### PROBLEM REQUIREMENTS
Set down, please, exactly the lines below that run from the line with "missingPriceText, plannedDatesOf, type" to the line with "if (typeof answer", both lines included.

--- START ---

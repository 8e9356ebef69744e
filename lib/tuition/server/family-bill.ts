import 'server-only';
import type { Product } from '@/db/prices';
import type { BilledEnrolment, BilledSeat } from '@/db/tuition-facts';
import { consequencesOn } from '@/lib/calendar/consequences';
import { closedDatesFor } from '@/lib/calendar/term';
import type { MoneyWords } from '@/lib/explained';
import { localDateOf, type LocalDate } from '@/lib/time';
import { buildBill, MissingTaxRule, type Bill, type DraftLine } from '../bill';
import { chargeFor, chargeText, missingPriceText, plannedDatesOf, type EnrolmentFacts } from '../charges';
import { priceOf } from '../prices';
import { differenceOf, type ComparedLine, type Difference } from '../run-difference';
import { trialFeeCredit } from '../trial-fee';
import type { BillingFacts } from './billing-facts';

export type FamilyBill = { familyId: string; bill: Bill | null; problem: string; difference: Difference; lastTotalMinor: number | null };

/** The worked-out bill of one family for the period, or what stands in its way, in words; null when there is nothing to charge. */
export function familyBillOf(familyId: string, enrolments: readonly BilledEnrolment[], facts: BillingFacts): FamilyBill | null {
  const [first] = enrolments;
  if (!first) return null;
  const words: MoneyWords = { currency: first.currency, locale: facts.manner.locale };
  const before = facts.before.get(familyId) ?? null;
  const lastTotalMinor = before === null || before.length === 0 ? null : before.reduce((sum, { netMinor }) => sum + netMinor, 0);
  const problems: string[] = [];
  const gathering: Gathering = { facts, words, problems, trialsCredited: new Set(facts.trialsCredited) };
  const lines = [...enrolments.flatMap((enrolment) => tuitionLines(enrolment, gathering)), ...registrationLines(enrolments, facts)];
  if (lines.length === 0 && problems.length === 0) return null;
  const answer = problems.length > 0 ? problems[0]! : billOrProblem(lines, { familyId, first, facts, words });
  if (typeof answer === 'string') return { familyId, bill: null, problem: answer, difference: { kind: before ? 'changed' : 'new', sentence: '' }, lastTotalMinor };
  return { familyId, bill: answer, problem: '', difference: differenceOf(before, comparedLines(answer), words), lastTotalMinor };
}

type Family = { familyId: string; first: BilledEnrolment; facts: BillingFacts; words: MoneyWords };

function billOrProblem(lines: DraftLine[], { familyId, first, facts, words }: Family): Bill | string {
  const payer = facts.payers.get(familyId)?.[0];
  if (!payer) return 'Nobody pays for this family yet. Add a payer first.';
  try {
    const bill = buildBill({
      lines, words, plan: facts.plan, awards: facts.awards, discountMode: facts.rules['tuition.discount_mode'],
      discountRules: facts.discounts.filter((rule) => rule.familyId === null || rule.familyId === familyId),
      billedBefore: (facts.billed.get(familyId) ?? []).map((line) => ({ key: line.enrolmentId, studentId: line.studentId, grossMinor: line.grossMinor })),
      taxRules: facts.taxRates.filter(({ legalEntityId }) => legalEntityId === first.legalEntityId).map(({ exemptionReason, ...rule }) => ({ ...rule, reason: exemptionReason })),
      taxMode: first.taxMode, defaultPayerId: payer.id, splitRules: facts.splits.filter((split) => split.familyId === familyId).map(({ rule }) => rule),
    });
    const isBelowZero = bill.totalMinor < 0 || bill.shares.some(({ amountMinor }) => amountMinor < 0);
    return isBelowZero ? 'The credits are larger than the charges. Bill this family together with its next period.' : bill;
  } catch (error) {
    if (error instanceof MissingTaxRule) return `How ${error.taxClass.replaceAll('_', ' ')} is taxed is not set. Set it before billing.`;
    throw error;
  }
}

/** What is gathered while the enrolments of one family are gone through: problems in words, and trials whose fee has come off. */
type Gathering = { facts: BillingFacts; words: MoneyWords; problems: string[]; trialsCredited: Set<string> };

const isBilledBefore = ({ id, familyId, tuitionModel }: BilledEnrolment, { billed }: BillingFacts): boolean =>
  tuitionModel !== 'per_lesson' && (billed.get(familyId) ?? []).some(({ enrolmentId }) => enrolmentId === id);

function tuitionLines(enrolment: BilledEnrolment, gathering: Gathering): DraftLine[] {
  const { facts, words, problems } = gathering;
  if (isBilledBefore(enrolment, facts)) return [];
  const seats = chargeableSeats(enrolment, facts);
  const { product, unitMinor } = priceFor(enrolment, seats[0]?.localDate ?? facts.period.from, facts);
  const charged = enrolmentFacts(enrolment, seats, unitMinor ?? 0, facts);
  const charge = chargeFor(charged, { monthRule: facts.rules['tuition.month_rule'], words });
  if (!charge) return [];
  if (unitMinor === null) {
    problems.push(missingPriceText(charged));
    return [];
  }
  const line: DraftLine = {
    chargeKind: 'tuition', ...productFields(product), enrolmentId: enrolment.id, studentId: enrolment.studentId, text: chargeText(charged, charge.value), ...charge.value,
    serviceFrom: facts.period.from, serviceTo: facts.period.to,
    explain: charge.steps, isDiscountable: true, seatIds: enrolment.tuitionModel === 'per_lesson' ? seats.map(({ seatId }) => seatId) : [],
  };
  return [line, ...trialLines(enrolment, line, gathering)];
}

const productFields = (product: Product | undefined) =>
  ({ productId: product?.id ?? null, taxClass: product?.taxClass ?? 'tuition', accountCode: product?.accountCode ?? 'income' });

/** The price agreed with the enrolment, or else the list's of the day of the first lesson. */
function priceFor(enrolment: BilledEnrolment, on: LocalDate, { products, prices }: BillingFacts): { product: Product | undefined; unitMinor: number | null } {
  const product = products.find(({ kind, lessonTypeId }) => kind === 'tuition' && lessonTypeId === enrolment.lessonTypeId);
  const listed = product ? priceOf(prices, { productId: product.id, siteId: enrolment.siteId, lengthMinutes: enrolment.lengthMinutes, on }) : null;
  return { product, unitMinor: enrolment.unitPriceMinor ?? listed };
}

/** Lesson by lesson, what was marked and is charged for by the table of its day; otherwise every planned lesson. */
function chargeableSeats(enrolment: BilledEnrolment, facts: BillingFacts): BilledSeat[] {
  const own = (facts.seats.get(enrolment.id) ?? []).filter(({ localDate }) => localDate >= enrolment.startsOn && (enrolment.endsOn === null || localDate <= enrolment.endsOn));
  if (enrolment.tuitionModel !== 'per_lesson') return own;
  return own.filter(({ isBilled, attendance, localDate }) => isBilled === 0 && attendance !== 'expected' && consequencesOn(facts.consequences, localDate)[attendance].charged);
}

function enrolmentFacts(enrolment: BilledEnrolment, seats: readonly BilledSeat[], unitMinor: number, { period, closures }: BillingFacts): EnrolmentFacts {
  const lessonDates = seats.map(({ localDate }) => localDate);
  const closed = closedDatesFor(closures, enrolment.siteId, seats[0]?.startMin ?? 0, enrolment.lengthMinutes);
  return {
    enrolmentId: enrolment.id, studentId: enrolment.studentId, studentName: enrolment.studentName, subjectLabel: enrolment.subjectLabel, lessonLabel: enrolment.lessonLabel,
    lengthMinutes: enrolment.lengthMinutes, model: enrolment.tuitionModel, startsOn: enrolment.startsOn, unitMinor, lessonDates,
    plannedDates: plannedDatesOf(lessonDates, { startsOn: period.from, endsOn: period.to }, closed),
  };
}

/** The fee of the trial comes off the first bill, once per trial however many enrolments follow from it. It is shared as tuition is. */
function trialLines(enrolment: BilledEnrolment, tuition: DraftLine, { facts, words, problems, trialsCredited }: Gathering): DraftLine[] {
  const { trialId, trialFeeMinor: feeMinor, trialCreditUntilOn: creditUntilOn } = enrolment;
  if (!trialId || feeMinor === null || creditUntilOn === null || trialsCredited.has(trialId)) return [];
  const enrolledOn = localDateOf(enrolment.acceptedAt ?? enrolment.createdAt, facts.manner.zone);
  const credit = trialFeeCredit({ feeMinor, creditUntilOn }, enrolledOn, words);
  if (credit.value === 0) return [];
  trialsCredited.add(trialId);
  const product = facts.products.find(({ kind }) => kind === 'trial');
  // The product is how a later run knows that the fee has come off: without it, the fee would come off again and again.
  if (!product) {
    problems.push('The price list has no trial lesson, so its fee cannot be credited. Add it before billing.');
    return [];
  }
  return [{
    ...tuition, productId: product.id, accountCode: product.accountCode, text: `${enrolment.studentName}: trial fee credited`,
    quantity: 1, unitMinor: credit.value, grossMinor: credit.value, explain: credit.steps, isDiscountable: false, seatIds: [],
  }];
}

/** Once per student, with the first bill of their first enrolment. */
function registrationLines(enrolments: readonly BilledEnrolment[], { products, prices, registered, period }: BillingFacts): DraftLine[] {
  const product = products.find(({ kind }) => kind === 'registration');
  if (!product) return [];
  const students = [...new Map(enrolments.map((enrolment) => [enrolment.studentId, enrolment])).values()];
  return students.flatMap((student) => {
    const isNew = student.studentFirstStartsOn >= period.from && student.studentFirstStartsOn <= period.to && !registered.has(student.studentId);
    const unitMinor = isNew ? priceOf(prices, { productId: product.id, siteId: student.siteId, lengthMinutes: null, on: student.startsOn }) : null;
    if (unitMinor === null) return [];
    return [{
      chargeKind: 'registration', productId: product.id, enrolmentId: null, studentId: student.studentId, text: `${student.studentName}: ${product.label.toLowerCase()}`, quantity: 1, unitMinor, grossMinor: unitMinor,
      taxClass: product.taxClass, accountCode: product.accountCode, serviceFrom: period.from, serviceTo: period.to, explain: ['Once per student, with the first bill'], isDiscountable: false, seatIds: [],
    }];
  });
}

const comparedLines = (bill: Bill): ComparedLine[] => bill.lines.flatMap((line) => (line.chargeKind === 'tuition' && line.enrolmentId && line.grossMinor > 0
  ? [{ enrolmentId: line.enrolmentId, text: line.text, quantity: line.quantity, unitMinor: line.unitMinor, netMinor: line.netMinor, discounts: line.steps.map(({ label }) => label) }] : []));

--- END ---

### ANSWER BELOW
import { chargeFor, chargeText, missingPriceText, plannedDatesOf, type EnrolmentFacts } from '../charges';
import { priceOf } from '../prices';
import { differenceOf, type ComparedLine, type Difference } from '../run-difference';
import { trialFeeCredit } from '../trial-fee';
import type { BillingFacts } from './billing-facts';

export type FamilyBill = { familyId: string; bill: Bill | null; problem: string; difference: Difference; lastTotalMinor: number | null };

/** The worked-out bill of one family for the period, or what stands in its way, in words; null when there is nothing to charge. */
export function familyBillOf(familyId: string, enrolments: readonly BilledEnrolment[], facts: BillingFacts): FamilyBill | null {
  const [first] = enrolments;
  if (!first) return null;
  const words: MoneyWords = { currency: first.currency, locale: facts.manner.locale };
  const before = facts.before.get(familyId) ?? null;
  const lastTotalMinor = before === null || before.length === 0 ? null : before.reduce((sum, { netMinor }) => sum + netMinor, 0);
  const problems: string[] = [];
  const gathering: Gathering = { facts, words, problems, trialsCredited: new Set(facts.trialsCredited) };
  const lines = [...enrolments.flatMap((enrolment) => tuitionLines(enrolment, gathering)), ...registrationLines(enrolments, facts)];
  if (lines.length === 0 && problems.length === 0) return null;
  const answer = problems.length > 0 ? problems[0]! : billOrProblem(lines, { familyId, first, facts, words });
  if (typeof answer === 'string') return { familyId, bill: null, problem: answer, difference: { kind: before ? 'changed' : 'new', sentence: '' }, lastTotalMinor };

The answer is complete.